Should Pizzolatto, however, decide to return to the series, it sounds like McConaughey would jump on board. "If that thing was written well and it came up again, I wouldn't hesitate for a second," explained the actor. "Oh, I'm open to it for sure."
Mathew McConaughey's willingness to return to the series notwithstanding, there really is zero movement on a third season of True Detective. That is not to say it will not happen, but it remains unlikely.
Will there be a third season of True Detective?
Through two seasons, True Detective has essentially been an anthology series, following different characters with entirely different storylines. The first season, starring Mathew McConaughey and Woody Harrelson, was near universally lauded, earning the actors a pair of nominations for their roles at both the Emmy Awards and Golden Globes. The show also was nominated for a Golden Globe for best miniseries and an Emmy for outstanding drama series.
True Detective's second season was not received nearly as kindly. The setting moved from the swamps of Louisiana to urban California, while McConaughey and Harrelson were replaced by Colin Ferrell, Taylor Kitsch, Rachel McAdams and Vince Vaughn in the lead roles.

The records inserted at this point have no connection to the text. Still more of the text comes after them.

def nudge_tank(condition: Condition, tank: Tank, step_pct: float, vessel: Vessel | None = None) -> Condition:
    """Raise or lower the fill by ``step_pct`` of capacity, from the fill the calculation takes (with
    ``vessel``, a sounding read trimmed is corrected first), clamped to 0–100 %, or to the top of a
    table printed short of full (``Tank.table_top_pct``)."""
    vol = held_m3(vessel, condition, tank) if vessel is not None else fill_volume_m3(tank, condition.tank_fill(tank.id))
    pct = 100.0 * vol / tank.capacity_m3
    new = min(tank.table_top_pct, max(0.0, round(pct + step_pct, 6)))
    if new == pct:
        edge = "full" if step_pct > 0 else "empty"
        raise EntryError(f"{tank.id} is already {edge}.")
    return set_tank(condition, tank, "percent", new)


# --------------------------------------------------------------------------- transfer


@frozen
class TransferPlan:
    """A pumping from one tank to another, as the dialog returns it."""

    from_id: str
    to_id: str
    mass_t: float
    volume_from_m3: float
    condition: Condition
    """The condition after the transfer."""

    @property
    def label(self) -> str:
        return f"Transfer {self.mass_t:.2f} t ({self.volume_from_m3:.2f} m³) {self.from_id} → {self.to_id}"


def plan_transfer(vessel: Vessel, condition: Condition, from_id: str, to_id: str, amount: str) -> TransferPlan:
    """Move ``amount`` (t, m³ or % of the from-tank's capacity) between two tanks.

    Only liquids of one kind are pumped between tanks: fuel into ballast, or cargo
    fuel into a bunker tank, is refused.  The liquid keeps its own density: the
    receiving tank gains the pumped volume, and its contents take the mixed density
    (m_to + m)/(v_to + v) (the pumped liquid's density if it was empty).  Mass is
    conserved; both tanks are then stated by volume.
    """
    for tid, role in ((from_id, "From"), (to_id, "To")):
        if tid not in vessel.tank_index:
            raise EntryError(f"{role}-tank {tid!r} is not a tank of {vessel.particulars.name}.")
    if from_id == to_id:
        raise EntryError("From-tank and to-tank are the same tank.")
    src, dst = vessel.tank(from_id), vessel.tank(to_id)
    if src.kind != dst.kind:
        raise EntryError(f"{from_id} holds {src.kind.replace('_', ' ')} and {to_id} {dst.kind.replace('_', ' ')}: "
                         "a transfer moves one kind of liquid only.")
    sf, df = condition.tank_fill(from_id), condition.tank_fill(to_id)
    rho_s, rho_d = tank_density(src, sf), tank_density(dst, df)
    quantity, value = parse_amount(amount)
    if quantity in LEVEL_QUANTITIES:
        raise EntryError("A transfer amount is given in t, m3 or % (of the from-tank), not as a sounding or ullage.")
    vol_s = {"percent": src.capacity_m3 * value / 100.0, "volume_m3": value, "mass_t": value / rho_s}[quantity]
    if vol_s <= 0:
        raise EntryError("Transfer amount must be more than zero.")
    have_s = held_m3(vessel, condition, src)
    if vol_s > have_s * (1 + 1e-9):
        raise EntryError(f"{from_id} holds only {have_s:.2f} m³ ({have_s * rho_s:.2f} t); cannot pump {vol_s:.2f} m³.")
    mass = vol_s * rho_s
    have_d = held_m3(vessel, condition, dst)
    new_d = have_d + vol_s
    if new_d > dst.fill_limit_m3 * (1 + 1e-9):
        room = dst.fill_limit_m3 - have_d
        raise EntryError(f"{to_id} has room for only {room:.2f} m³ ({room * rho_s:.2f} t of this liquid).")
    rho_mix = (have_d * rho_d + mass) / new_d
    after = set_tank(condition, src, "volume_m3", max(0.0, have_s - vol_s))
    override = None if abs(rho_mix - dst.density_t_m3) < 1e-9 else rho_mix
    after = after.with_tank(TankFill(dst.id, "volume_m3", float(min(dst.fill_limit_m3, new_d)), override))
    return TransferPlan(from_id, to_id, mass, vol_s, after)


# --------------------------------------------------------------------------- holds and items


def hold_from_text(condition: Condition, hold: Hold, text: str, vessel: Vessel | None = None) -> Condition:
    """Set a hold's cargo mass (t); 0 empties it.  The structural limit is enforced, and with
    ``vessel`` the physical bound of one item's mass (:func:`deckload.core.bounds.item_mass_range`)."""
    high = bounds.item_mass_range(vessel).high if vessel is not None else None
    mass = parse_number(text, f"{hold.id} cargo mass", "t", low=0.0, high=high)
    return _hold_mass(condition, hold, mass)


def nudge_hold(condition: Condition, hold: Hold, step_t: float, vessel: Vessel | None = None) -> Condition:
    """One nudge of a hold's cargo mass (:func:`nudge_mass`, bounded as :func:`hold_from_text` is).
    No form or file gives a mass over the structural limit (the condition reader refuses it as the
    form does); should a condition built in code hold one (its danger warning says so), a step
    down is still taken: it moves towards the limit, and refusing it would leave the officer no
    way down but retyping."""
    load = next((h for h in condition.holds if h.hold_id == hold.id), None)
    old = load.mass_t if load is not None else 0.0
    mass = nudge_mass(old, step_t, hold.id, vessel)
    return _hold_mass(condition, hold, mass, over_limit_ok=mass < old)


def _hold_mass(condition: Condition, hold: Hold, mass: float, over_limit_ok: bool = False) -> Condition:
    # the limit and its round-off are the condition reader's too (profiles._read_hold_loads, at_most)
    if hold.max_mass_t is not None and over_limit(mass, hold.max_mass_t) and not over_limit_ok:
        raise EntryError(f"{hold.id}: {mass:g} t is over the hold's structural limit {hold.max_mass_t:g} t"
                         f"{bounds.kilograms_hint(mass, 0.0, hold.max_mass_t)}.")
    if mass == 0:
        return condition.without_hold(hold.id)
    old = next((h for h in condition.holds if h.hold_id == hold.id), None)
    if old is None:
        return condition.with_hold(HoldLoad(hold.id, mass))
    return condition.with_hold(HoldLoad(hold.id, mass, old.stowage_m3_t, old.lcg_m, old.vcg_m, old.tcg_m, old.description))


def nudge_mass(mass_t: float, step_t: float, what: str, vessel: Vessel | None = None, *, deck: bool = False) -> float:
    """One nudge of a mass; a step below zero stops at empty (0 t), except a deck load (``deck``),
    which must weigh more than 0 t (as its form holds it): that step is refused.  With ``vessel``, a step up
    past the physical bound of one item's mass (:func:`deckload.core.bounds.item_mass_range`, as
    every form and file holds it) is refused: the saved working condition would be a file the
    reader refuses."""
    if mass_t <= 0 and step_t < 0:
        raise EntryError(f"{what} is already empty.")
    mass = max(0.0, round(mass_t + step_t, 6))
    if deck and mass <= 0.0:
        raise EntryError(f"{what}: a deck load of {mass:g} t is refused (remove it with e).")
    if vessel is not None and step_t > 0:
        why = bounds.item_mass_range(vessel).rule(mass)
        if why:
            raise EntryError(f"{what}: {mass:g} t is {why}.")
    return mass
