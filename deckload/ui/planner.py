"""The ballast planner's form: what is wanted, which tanks may be used, the proposal with its
before/after (as the transfer preview shows it); ⏎ on a proposal returns it, and the loading
screen commits it as one transfer.  The search is :func:`deckload.core.ballast_plan.propose`.
"""

from __future__ import annotations

import math
from functools import partial

from rich.console import Console
from rich.text import Text
from textual.app import ComposeResult
from textual.containers import Horizontal, Vertical
from textual.widgets import Input, Label, Static

from deckload.core.ballast_plan import MAX_TRANSFERS, READING_TOLERANCE_T, Goal, NoPlan, Plan, as_shown, met, plan
from deckload.core.free_surface import band_text, pct_text
from deckload.core.trim import EVEN_KEEL_KN_LIMIT_FRACTION
from deckload.core.model import Condition, Vessel
from deckload.core.result import Result
from deckload.ui import entry, views
from textual.binding import Binding

from deckload.ui.dialogs import Form, TankPicking, preview_lines
from deckload.ui.entry import EntryError
from deckload.ui.palette import P
from deckload.ui.widgets import LinePanel, SteadyInput

TOLERANCE = {"list": 0.1, "trim": 0.01, "gm": 0.001}
"""How close a proposal must come: list 0.1°, trim 1 cm, GM at least the value (to the mm)."""


def goal_range(vessel: Vessel, quantity: str) -> tuple[float, float, str]:
    """The goals a vessel's own tables can reach: ``(lowest, highest, why)``.

    * list: within ± the KN table's last heel and never beyond 30° (common practice: no loading
      plan aims at a list beyond 30°; an equilibrium is found on the tabulated GZ curve only);
    * trim: within ± the hydrostatic table's greatest draft (derived: trim = T_aft − T_fwd with
      both ends between 0 and the greatest tabulated draft), and within what her KN tables can
      judge: ± EVEN_KEEL_KN_LIMIT_FRACTION of LBP with even-keel KN only (beyond it the criteria
      read off GZ are not assessable, core/trim.py), else the trims her KN tables are given at.
      A trim goal beyond is refused: a plan to it would leave her with no verdict;
    * GM (fluid, at least): above 0 and at most the greatest tabulated KMt (derived: GM fluid =
      KMt − KG − FSC, with KG and FSC positive).
    """
    if quantity == "list":
        end = min(30.0, float(vessel.cross_curves.heel_deg[-1]))
        return -end, end, f"±{end:g}° (the KN table ends at {float(vessel.cross_curves.heel_deg[-1]):g}°; 30° at most)"
    if quantity == "trim":
        top = float(vessel.hydrostatics.draft_m[-1])
        trims = vessel.trimmed.kn_trim_m if vessel.trimmed is not None else ()
        if len(trims) > 1:
            lo, hi = max(-top, float(min(trims))), min(top, float(max(trims)))
            return lo, hi, (f"{lo:+.2f} to {hi:+.2f} m (her KN tables are given at trims {float(min(trims)):+.2f} to "
                            f"{float(max(trims)):+.2f} m; the greatest tabulated draft is {top:.2f} m)")
        kn = EVEN_KEEL_KN_LIMIT_FRACTION * vessel.particulars.lbp_m
        if kn < top:
            return -kn, kn, (f"±{kn:.2f} m ({100 * EVEN_KEEL_KN_LIMIT_FRACTION:g} % of LBP: beyond it her even-keel KN "
                             "tables cannot judge the criteria read off the GZ curve)")
        return -top, top, f"±{top:.2f} m (the greatest tabulated draft)"
    top = float(max(vessel.hydrostatics.kmt_m))
    return 0.0, top, f"above 0 and at most {top:.3f} m (the greatest tabulated KMt)"
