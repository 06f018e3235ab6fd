"""The verdict on the loading screen: the criteria panel, the whole-verdict page and the wind plot.

Result → pre-formatted rich Text lines, like :mod:`deckload.ui.views` (no textual here).
The panel never says 'met' without the sets it was met for, groups the criteria by
set with their paragraph, shows a criterion the data cannot decide as 'not
assessable' (never as a pass), and always lists what was not assessed.  A note wider
than the panel wraps onto indented lines below it (the θ0 note's A, Z and lw1 are what an
officer checks the weather criterion by); a line still too wide ends in '…' (widgets.fit_width),
and a set's title is shortened before its verdict word is.  When the panel is short, lines are
given up in this order: the wrapped lines of notes (an 'ok' criterion's first, the last first),
each note cut to one line, the notes, the column heading, the 'ok' criteria of the longest set
(counted on a line of their own); the set headings, every failed, near or unassessable
criterion (with the first line of its reason) and the not-assessed line stay.
"""

from __future__ import annotations

import functools
import re
import textwrap

from rich.text import Text

from deckload.report import verdict_format as vf
from deckload.core.result import CriterionResult, Result
from deckload.ui.gzplot import Area, GzChart, Level, Mark
from deckload.ui.palette import P
from deckload.ui.views import CMP, criterion_name, pieces, verdict

WORD_STYLE = {"met": "ok", "NOT MET": "danger", "met where assessable": "caution", "nothing assessed": "danger",
              "not assessable": "danger"}
VERDICT_KEY = "v"
"""Shown in the panel as the way to the whole verdict (declared in ui/commands.py)."""


def _criterion_line(c: CriterionResult, stale: bool, compact: bool) -> Text:
    d = vf.digits_of(c)
    limit = f"{CMP.get(c.comparison, c.comparison)}{c.limit:6.{d}f} "
    if not c.assessed:
        return _unassessed_line(criterion_name(c), limit, vf.paragraph(c, short=True), compact)
    word, style = verdict(c)
    return _assessed_line(criterion_name(c), f"{vf.fixed(c.value, d):>7} {limit}",
                          "" if compact else f"{c.margin:+8.{d}f} ", word, style,
                          "" if compact else vf.paragraph(c, short=True), stale, compact)


@functools.lru_cache(maxsize=1024)
def _assessed_line(name: str, value_limit: str, margin: str, word: str, style: str, paragraph: str,
                   stale: bool, compact: bool) -> Text:
    """A criterion's line from its printed words: kept for the same words (a key leaves most
    criteria as they were printed), so the Text is shared and never modified."""
    vs = P["stale"] if stale else P["value"]
    return pieces(P["label"], f" {name:<12.12}", (value_limit, vs), *(() if compact else ((margin, vs),)),
                  (f"{word:<4}", P["stale"] if stale else P[style]),
                  *(() if compact else ((f" {paragraph}", P["dim"]),)))


@functools.lru_cache(maxsize=256)
def _unassessed_line(name: str, limit: str, paragraph: str, compact: bool) -> Text:
    """An unassessable criterion's line (kept and shared as :func:`_assessed_line`'s)."""
    if compact:
        return pieces(P["label"], f" {name:<12.12}", (f"{vf.NOT_ASSESSABLE:>14} ", P["caution"]))
    return pieces(P["label"], f" {name:<12.12}", (f"{'n/a':>7} {limit}", P["caution"]),
                  (f"{'':>8}{'n/a':<4}", P["caution"]), (f" {paragraph}", P["dim"]))


def _wrap_words(words: list[str], first: str, width: int, sep: str = ",", last: str = "") -> list[str]:
    """``first`` then the words joined by ``sep``, then ``last``, wrapped on whole words to ``width``."""
    lines, cur = [], first
    pieces = [w + (sep if i < len(words) - 1 else "") for i, w in enumerate(words)] + ([last] if last else [])
    for piece in pieces:
        trial = cur + ("" if cur.endswith(" ") or not cur.strip() else " ") + piece
        if len(trial) > width and cur.strip():
            lines.append(cur)
            cur = "   " + piece
        else:
            cur = trial
    lines.append(cur)
    return lines


def _is_ok(c: CriterionResult) -> bool:
    return c.assessed and verdict(c)[0] == "ok"


def _fit(text: Text, width: int) -> Text:
    """``text`` cut to ``width`` by the screen's one rule (widgets.fit_width: it ends in '…', no
    word or number split), the '…' put after the last word kept ("P 504 Pa, …") rather than at
    the panel's edge, so that it reads as words left out of this line."""
    from deckload.ui.widgets import fit_width  # here: this module builds lines without textual

    out = fit_width(text, width)
    if out is text or not out.plain.endswith("…"):
        return out
    kept = out.plain[:-1].rstrip()
    short = out[: len(kept)]
    short.append(" …" if kept.strip() else "…")
    return short if short.cell_len <= width else out


def _group_title(title: str, room: int) -> Text:
    """A set's heading in ``room`` cells (its verdict word follows): the title shortened by whole
    words, with '…' after the last one kept ("▸ B 2.1 fishing vessel …"), padded to ``room``."""
    h = _fit(Text(f" ▸ {title}", P["group"]), room)
    h.pad_right(room - h.cell_len)
    return h


@functools.lru_cache(maxsize=256)
def _group_heading(title: str, room: int, word: str, stale: bool) -> Text:
    """A set's heading (:func:`_group_title`) and its verdict word; kept for the same words, so the
    Text is shared and never modified."""
    h = _group_title(title, room)
    h.append(" " + word, P["stale"] if stale else P[WORD_STYLE.get(word, "caution")])
    return h


NOTE_INDENT, NOTE_MORE = "   ", "     "
"""A note under its criterion, and the lines it wraps onto, indented further."""


def _note_lines(note: str, width: int) -> list[Text]:
    """:func:`_wrapped_note`'s lines (a list of its own: the lines themselves are shared)."""
    return list(_wrapped_note(note, width))


@functools.lru_cache(maxsize=256)
def _wrapped_note(note: str, width: int) -> tuple[Text, ...]:
    """A criterion's note wrapped to ``width``, the lines after the first indented further: a clause
    (up to a comma or semicolon) that does not fit where the line stands starts the next line, so
    that "lw1 0.0626 m" stays on one; a clause too long for any line fills the line it starts on,
    word by word (it was put on a line of its own, leaving "passes," alone above it); a word wider
    than the line is cut with '…'."""
    lines: list[str] = []
    cur = NOTE_INDENT

    def join(line: str, text: str) -> str:
        return line + ("" if line.isspace() else " ") + text

    for clause in re.split(r"(?<=[,;]) ", note):
        if len(join(cur, clause)) <= width:
            cur = join(cur, clause)
        elif len(NOTE_MORE + clause) <= width and not cur.isspace():
            lines.append(cur)
            cur = NOTE_MORE + clause
        else:  # longer than any line: between words, from where the line stands
            for word in clause.split(" "):
                if len(join(cur, word)) <= width or cur.isspace():
                    cur = join(cur, word)
                else:
                    lines.append(cur)
                    cur = NOTE_MORE + word
    lines.append(cur)
    # kept for the same note and width (most notes are the same after a key): shared, never modified
    return tuple(_fit(Text(x.rstrip(), P["dim"]), width) for x in lines)


def _first_rows(notes: list[Text], rows: int, width: int) -> list[Text]:
    """The first ``rows`` lines of a wrapped note; when that leaves some out, the last line shown
    carries on the note's words and is cut with '…' at ``width``."""
    if rows >= len(notes):
        return notes
    if rows <= 0:
        return []
    joined = " ".join(n.plain.strip() for n in notes[rows - 1:])
    lead = NOTE_INDENT if rows == 1 else NOTE_MORE
    if len(lead) + len(joined) <= width:  # what is left fits whole on the last line given
        return notes[: rows - 1] + [Text(lead + joined, P["dim"])]
    # Cut after the last whole clause that fits ("…, P 504 Pa, …"), not inside one: a label kept
    # without its number ("P 504 Pa, A…") reads as a value left out of its place.
    ends = [m.end() for m in re.finditer(r"[,;](?= )", joined) if len(lead) + m.end() + 2 <= width]
    if ends:
        return notes[: rows - 1] + [Text(f"{lead}{joined[:ends[-1]]} …", P["dim"])]
    return notes[: rows - 1] + [_fit(Text(lead + joined, P["dim"]), width)]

Variety's review of the second season noted that while True Detective was "generally watchable, the inspiration that turned the first into an obsession for many seems to have drained out of writer Nic Pizzolatto's prose." The trade magazine subsequently named the second season of True Detective one of the worst shows of 2015.
While Pizzolatto could one day decide to return to True Detective as a means of redeeming the series after season two, it certainly appears that is not currently the plan. In August, Deadline reported that Pizzolatto was teaming with Robert Downey Jr. to develop a series based on Perry Mason, with the actor slated to star as the defense attorney.
The report stated that the series would air in short installments similar to True Detective's eight episode runs. If Pizzolatto is committing himself to a new HBO drama series, with a new headliner, and the presumption of multiple seasons, it seems unlikely that we will be seeing any more True Detective, at least any time soon. And honestly, that may be for the best.